3.2 Get intersection of two sets

 

The intersection of set A and set B is made up of members that exist in both set A and set B. For instance, the intersection of [1,2,3] and [1,3,5] is [1,3].

Here is an example. A business has two sales channels – online and offline stores. Their sales data is stored in SALES_ONLINE table and SALES_STORE table respectively. The task is to find out customers who purchase in both online and offline stores in the year 2014. Below is part of data in the two tables:

SALES_ONLINE:

ID CUSTOMERID ORDERDATE PRODUCTID AMOUNT
1 HANAR 2014/01/01 17 3868.6
2 ERNSH 2014/01/03 42 1005.9
3 LINOD 2014/01/06 64 400.0
4 OTTIK 2014/01/07 10 1194.0
5 OCEAN 2014/01/09 41 319.2

SALES_STORE:

ID CUSTOMERID ORDERDATE SELLERID PRODUCTID AMOUNT
1 EASTC 2014/01/01 1 27 3063.0
2 ERNSH 2014/01/02 8 70 2713.5
3 MAGAA 2014/01/03 2 74 1675.0
4 SAVEA 2014/01/07 7 45 2018.2
5 FOLIG 2014/01/08 8 30 1622.4

SPL can use character “^” to calculate intersection of sets.
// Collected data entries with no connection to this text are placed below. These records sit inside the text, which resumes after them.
import type { DirectBeam } from '#app/physics/sky/direct-beam.ts';
import { lowestClearSkyDeg } from '#app/physics/sky/clear-sky.ts';
import type { Setting } from './setting.ts';
import { lightReaches, type JudgedMinute } from './window.ts';

/** What a reader must know before using the numbers. */
export function warningsOf(
  setting: Setting, judged: readonly JudgedMinute[], best: JudgedMinute | null, light: DirectBeam | null,
): readonly string[] {
  const list: string[] = [];
  const { model, mark, reach, input } = setting;
  if (judged.length > 14 * 1440) list.push('The window is longer than 14 days; narrow it if anything allows.');
  if (best === null) list.push('The sun does not rise in this window.');
  if (best !== null && model !== null && !lightReaches(best)) {
    list.push('Light does not reach the optic in this window: focus and heating are computed for an unobstructed sun.');
  }
  if (best !== null && best.sun.apparentElevationDeg < lowestClearSkyDeg) {
    list.push('Below 3° no clear-sky figure holds: flux is not stated and nothing is refuted on it.');
  }
  if (light !== null && light.measuredWm2 !== null && light.boundWm2 !== null && light.measuredWm2 > light.boundWm2) {
    list.push('The measured irradiance exceeds what the cleanest air can pass: check the record’s time stamps and units.');
  }
  if (model?.focusKind === 'line') {
    list.push('The focus is a line: its length carries no time, and light from other parts of the optic can lie on the mark on days beside those of the calendar, which goes by the middle of the optic.');
  }
  if (model?.moves === true) list.push('The optic is one that people move; no calendar can be given.');
  if (model !== null && model.focalLengthM < 0) list.push('As described the optic spreads sunlight instead of focusing it.');
  if (reach?.belowThreshold === true) list.push('Even in the cleanest air the flux on 5 mm stays under the lowest that can harm the target; the reach along the beam is then where a quarter of the greatest flux falls.');
  if (input.skyline === undefined) list.push('No skyline was recorded: a “sunlit” minute holds only if nothing stood in front of the sun.');
  if (mark !== null && input.mark !== undefined && Math.max(input.mark.bearingSigmaDeg, input.mark.elevationSigmaDeg) > 5) {
    list.push('The survey of the mark is rough: bearing or elevation is known to 5° at best.');
  }
  return list;
}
A^B, for instance, calculates intersection of set A and set B.

SPL script:

A
1 =T(“SalesOnline.xlsx”).select(year(ORDERDATE)==2014)
2 =T(“SalesStore.xlsx”).select(year(ORDERDATE)==2014)
3 =A1.id(CUSTOMERID)^A2.id(CUSTOMERID)

A1: Import SALES_ONLINE table from the original file and select sales records of the year 2014.
A2: Import SALES_STORE table from the original file and select sales records of the year 2014.
A3: Use A.id() function to get the set of distinct customer IDs from A1 and A2 respectively, and use operator “^” to calculate their intersection, which contains customers who purchase both online and offline.